Had an interview with an amazon fulfilment center desk job. It went great, I was a perfect fit, except they wanted me to work in the office 4 out of 5 days a week. (It wasn’t clear in the job listing)
When I asked which part of the job requires a physical presence it turned out none of it. Zero. Nada. They told me an employee must be an exceptional asset to get authorization for full remote work.
I got an offer, but refused as it was too much commuting. The recruiter contacted me afterwards if I would give it another thought, but refused again.
pacoo2454@reddthat.com 1 year ago
“Jassey deflected questions on what data or information led him to make this decision. Jassey, seemingly losing patience, eventually warned employees that if they don’t return to the office, they may have to find employment elsewhere.”
So he doesn’t have a good reason, and when asked about it he started to “lose patience”? How dare anyone question the all mighty CEOs plans /s
flip@lemmy.nbsp.one 1 year ago
People get annoyed when they are weak. In this case, the weakness is that he has not reason he can publicly say, so he gets angry. What a loser.
Semi-Hemi-Demigod@kbin.social 1 year ago
I really wish they'd give a real reason for it. Just say "When we built our offices we negotiated with the city to have lower taxes and if you don't come back we'll lose that." Or "We don't want the value of our commercial real estate holdings to go down."
At the very least the workers could be mad at the right thing.
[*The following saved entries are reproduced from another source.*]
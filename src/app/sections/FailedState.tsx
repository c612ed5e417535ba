import type { Aside } from "../session/session.ts";
import { AsideList } from "./AsideList.tsx";

/** A drop of which nothing could be used: each file by its name and the reason. */
export function FailedState({ aside }: { aside: Aside }) {
  return (
    <div className="row page-top">
      <div />
      <div role="alert">
        <p className="finding serif">Nothing in the drop could be used as a velocity record.</p>
        <AsideList aside={aside} fault />
      </div>
    </div>
  );
}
Instead Amazon is going to lose its best folks to fully remote jobs first, then backfill with people who aren't able to get a WFH job or have to pay people a huge premium to attract remote workers back to the office.
That will hurt them worse than the taxes or real estate devaluation, but that will happen over years instead of by next quarter, so they don't care.
PizzasDontWearCapes@sh.itjust.works 1 year ago
Not very compelling
Kbin_space_program@kbin.social 1 year ago
The problem is that commercial real estate has pretty much always been a staple underpinning of stock portfolios.
And now that it's not needed, their portfolio could tank.
EnderMB@lemmy.world 1 year ago
I work at Amazon, and for many people this is what annoys people the most.
Rightly or wrongly, a lot of people like Amazon because it pushes the narrative that data is king. If you want to do something, you need the right data and figures to justify it.
Since Jassy took over, Amazon mimicked other tech companies by becoming a belief-driven company, instead of a data-driven company. The reason he’s losing patience is because his belief is being questioned, at a time where his leadership is either being questioned or being followed right to the top.
Feyr@lemmy.world 1 year ago
Data at Amazon has never been king, it was lip service at best and in most case it was only ever to be used to attack someone else’s position, never to support your own.